# Cassandra-Join-Library
Cassandra Join Operation Extension for Python. Client-sided and runs on single machine.
### Latest Version : 0.3.1
Requirements :
1. Python >= 3.7
2. Supporting Only Cassandra 4.0
## Installation Guide
To install the package you will need `pip`, then run `pip install cassandra-joinlib`.
Pip install will automatically install all dependencies and you are ready to go. 🍻
## Usage Guide
It is actually pretty simple to use this library, this is the general steps for you to follow:
1. This library works as an executor for join operation, so it focuses on `JoinExecutor` class which has 2 types that you can utilize based on your needs:
- If you need an equi join, it is better to use `HashJoinExecutor`. `HashJoinExecutor` is importable from `cassandra_joinlib.hash_join`
- For non equi-join, you may use `NestedJoinExecutor` (Hash join doesn't support non equi-join).
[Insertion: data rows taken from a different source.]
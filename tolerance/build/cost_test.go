package build_test

import (
	"testing"
	"time"

	"batchwright/tolerance/stage"
	"batchwright/tolerance/tape"
)

// BenchmarkKinds measures, for a block of 256 units, the outputs of each kind's
// fragment as a build computes them: parts that scatter, settings that do not.
// The metric x-tank is the ratio to a plain tuned tank measured in the same run,
// less what the oscillators that feed the fragment take; each is the shortest of
// 200 runs.
func BenchmarkKinds(b *testing.B) {
	tank := least(runner(b, "tuned-tank", false))
	for _, name := range stage.Names() {
		b.Run(name, func(b *testing.B) {
			run := runner(b, name, false)
			for b.Loop() {
				run()
			}
			own := least(run) - least(runner(b, name, true))
			b.ReportMetric(own/units, "ns/unit")
			b.ReportMetric(own/tank, "x-tank")
		})
	}
}

const units = 256

// least is the shortest of some runs, ns.
func least(run func()) float64 {
	shortest := time.Duration(1 << 62)
	for range 200 {
		start := time.Now()
		run()
		shortest = min(shortest, time.Since(start))
	}
	return float64(shortest.Nanoseconds())
}

// runner evaluates a block of a kind's outputs, or of those of what feeds it.
func runner(b *testing.B, kind string, feed bool) func() {
	k, _ := stage.Find(kind)
	built, err := read(around(b, k))
	if err != nil {
		b.Fatal(err)
	}
	m, err := built.Compile()
	if err != nil {
		b.Fatal(err)
	}
	last := built.Stages[len(built.Stages)-1].Name
	var refs []tape.Ref
	for _, o := range m.Outputs {
		if (o.Name.Stage != last) == feed {
			refs = append(refs, o.Node)
		}
	}
	if len(refs) == 0 {
		return func() {}
	}
	p := m.Graph.Program(refs...)
	in, out := make([][]float64, len(m.Inputs)), make([][]float64, len(refs))
	for i, x := range m.Inputs {
		in[i] = make([]float64, units)
		for lane := range in[i] {
			in[i][lane] = x.Centre + x.HalfWidth*(float64(lane%17)-8)/8
		}
	}
	for i := range out {
		out[i] = make([]float64, units)
	}
	f := p.NewFrame(units)
	return func() { p.Values(out, in, f) }
}
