package build

import (
	"fmt"
	"strings"

	"batchwright/bom/document"
	"batchwright/bom/part"
)

// Single says whether a part of the place's type is one figure, or one
// trimmer's range, so that scatter written on the part itself means that.
func (p *Place) Single() bool { return len(p.Type.Parameters()) == 1 || p.Type.Trimmer() }

// bought is what a part is bought by.
type bought struct {
	low, high float64 // equal but for a trimmer
	tolerance float64
	given     bool // a value is written, even where a family has one of its own
}

// fit places a part: from its family, or ideal where it has none.
func (b bought) fit(t part.Type, ref string, family *part.Family) (part.Part, error) {
	if family == nil {
		return b.ideal(t, ref), nil
	}
	if t.Trimmer() {
		return family.FitRange(ref, b.low, b.high, b.tolerance)
	}
	if b.given && !family.HasValue() {
		return part.Part{}, fmt.Errorf("none: %s is sold without a value", family.Name)
	}
	return family.Fit(ref, b.high, b.tolerance)
}

// ideal is a part of no family: what is written on it, and no scatter.
func (b bought) ideal(t part.Type, ref string) part.Part {
	p := part.Part{Ref: ref, Type: t, Parameters: t.Parameters()}
	p.Parameters[0].Value = b.high
	if t.Trimmer() {
		p.Parameters[0].Value, p.Parameters[1].Value = b.low, b.high
	}
	return p
}

// valued are the types that can be bought by their first figure.
var valued = map[part.Type]bool{
	part.Resistor: true, part.Capacitor: true, part.Coil: true,
	part.TrimmerResistor: true, part.TrimmerCapacitor: true,
	part.Regulator: true, part.Zener: true, part.Crystal: true,
}

// readValue reads what a part is bought by: as written, or the first of its
// opening.
func (r *reader) readValue(p *Place, n *document.Node, o *Opening, b *bought) bool {
	at := n.Get("value")
	switch {
	case at != nil && !valued[p.Type]:
		r.Add(at, "value of a "+string(p.Type), "none: its figures go under parameters")
		return false
	case at != nil && !p.Single(): // a regulator's output, which may be negative
		p.Quantity, b.given = at.Value, true
		ok := r.read(at, p.Type.Unit(), &b.high)
		b.low = b.high
		return ok
	case at != nil:
		w, ok := r.readWorth(at, p.Type)
		p.Quantity, b.low, b.high, b.given = w.Text, w.Low, w.High, true
		return ok
	case o != nil && len(o.Values) > 0:
		w := o.Values[0]
		p.Quantity, b.low, b.high, b.given = w.Text, w.Low, w.High, true
	case n.Get("choose").Get("values") != nil || n.Get("choose").Get("around") != nil:
		return false // complained of
	case p.Single():
		r.Add(n, "missing key value", "the part's value in "+p.Type.Unit().Symbol)
		return false
	}
	return true
}

// readParameters reads what overrides the figures of a part that has several.
func (r *reader) readParameters(p *Place, n *document.Node) {
	if n == nil {
		return
	}
	var names []string
	for _, q := range p.Part.Parameters {
		names = append(names, q.Name)
	}
	if !r.Keys(n, names...) && n.Kind != document.Mapping {
		return
	}
	for i := range p.Part.Parameters {
		q := &p.Part.Parameters[i]
		at := n.Get(q.Name)
		switch {
		case at == nil:
		case at.Kind == document.Mapping:
			r.Keys(at, append([]string{"value"}, part.ScatterKeys...)...)
			r.read(at.Get("value"), q.Unit, &q.Value)
			part.ReadScatter(&r.Faults, at, q.Unit, &q.Scatter)
		default:
			r.read(at, q.Unit, &q.Value)
		}
	}
}

// position is a stage and a role, as `same_as` and trims name them.
func position(text string) (stageName, role string) {
	stageName, role, _ = strings.Cut(text, ".")
	return stageName, role
}

// resolveShared gives every part that is the same as another that part's
// figures, and complains of circles.
func (r *reader) resolveShared() {
	for _, s := range r.stages {
		for i := range s.Places {
			if p := &s.Places[i]; p.SameAs != "" {
				r.resolve(s, p)
				r.joinOpening(p.SameAs, s.Name+"."+p.Role)
			}
		}
	}
}

// joinOpening adds a position to the opening that decides it, if there is one.
func (r *reader) joinOpening(decider, position string) {
	for i := range r.build.Openings {
		if o := &r.build.Openings[i]; o.Positions[0] == decider {
			o.Positions = append(o.Positions, position)
			if p := r.build.Place(position); o.paired() {
				r.reserve(p.Part.Ref)
			}
		}
	}
}

// resolve follows a same_as to the part that decides.
func (r *reader) resolve(s stageNode, p *Place) {
	at := s.node.Get("parts").Get(p.Role).Get("same_as")
	self := s.Name + "." + p.Role
	seen := map[string]bool{self: true}
	next := p.SameAs
	for {
		if seen[next] {
			r.Add(at, "same_as in a circle", "a chain that ends at a part with a value of its own")
			return
		}
		seen[next] = true
		root := r.build.Place(next)
		if root == nil || !root.Fitted {
			r.Add(at, "position", "STAGE.ROLE of a part", r.positions(p.Type)...)
			return
		}
		if root.Type != p.Type {
			r.Add(at, "same_as a part of another type", "a "+string(p.Type)+"; "+next+" is a "+string(root.Type))
			return
		}
		if root.SameAs == "" || root.resolved {
			if root.Paired() {
				r.reserve(p.Part.Ref)
			}
			p.take(root, next)
			return
		}
		next = root.SameAs
	}
}

// take copies what the deciding part is, keeping the reference.
func (p *Place) take(root *Place, from string) {
	p.fill(p.Part.Ref, root.Combine, root.Pieces())
	p.Geometry, p.Quantity, p.Position = root.Geometry, root.Quantity, root.Position
	if !root.resolved {
		p.SameAs = from
	} else {
		p.SameAs = root.SameAs
	}
	p.resolved = true
}

// positions lists the fitted positions of a type.
func (r *reader) positions(t part.Type) []string {
	var names []string
	for _, s := range r.build.Stages {
		for _, p := range s.Places {
			if p.Fitted && p.Type == t {
				names = append(names, s.Name+"."+p.Role)
			}
		}
	}
	return names
}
Import `NestedJoinExecutor` from `cassandra_joinlib.nested_join`.
2. Both `HashJoinExecutor` and `NestedJoinExecutor` requires two parameters to be initialized, your connection with cassandra `session` and the name of the keyspace `keyspace_name`.
> Example: `HashJoinExecutor(session, keyspace_name)`.
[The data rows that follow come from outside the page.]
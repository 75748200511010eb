package build

import (
	"fmt"
	"slices"
)

// Sweep is the build with a condition added for each value of a variable, the
// rest as in the reference, and one target that asks how an output changes
// from the reference to them. The values are as conditions hold them: degrees
// Celsius, fractions, seconds.
func (b *Build) Sweep(output OutputName, variable string, values []float64) (*Build, error) {
	v := b.variable(variable)
	s := b.Stage(output.Stage)
	if v < 0 || s == nil {
		return nil, fmt.Errorf("build: no variable %q or no stage %q", variable, output.Stage)
	}
	o, ok := s.output(output.Output)
	if !ok {
		return nil, fmt.Errorf("build: no output %s", output)
	}
	out := *b
	out.Conditions = slices.Clone(b.Conditions)
	target := Target{Name: "sweep", Output: output, Unit: o.Unit, Trim: -1, ChangeFrom: 0}
	for _, x := range values {
		at := slices.Clone(b.Conditions[0].Values)
		at[v] = x
		target.At = append(target.At, len(out.Conditions))
		out.Conditions = append(out.Conditions, Condition{fmt.Sprintf("%s %g", variable, x), at})
	}
	out.Targets = []Target{target}
	return &out, nil
}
4. Once you have initialized the executor, you may add join operation/operations using these functions:
- `join(TableInfo left_table_info, TableInfo, right_table_info, str operator)` for inner join
- `rightJoin(TableInfo left_table_info, TableInfo right_table_info, str operator)` for right outer join
- `leftJoin(TableInfo, left_table_info, TableInfo right_table_info, str operator)` for left outer join
- `fullOuterJoin(TableInfo left_table_info, TableInfo right_table_info, str operator)` for full outer join
5. We need `TableInfo` object for our join function. To initialize it, we need 2 params which are name of the table and name of the join column for that table. `TableInfo` can be imported from `cassandra_joinlib.commands`.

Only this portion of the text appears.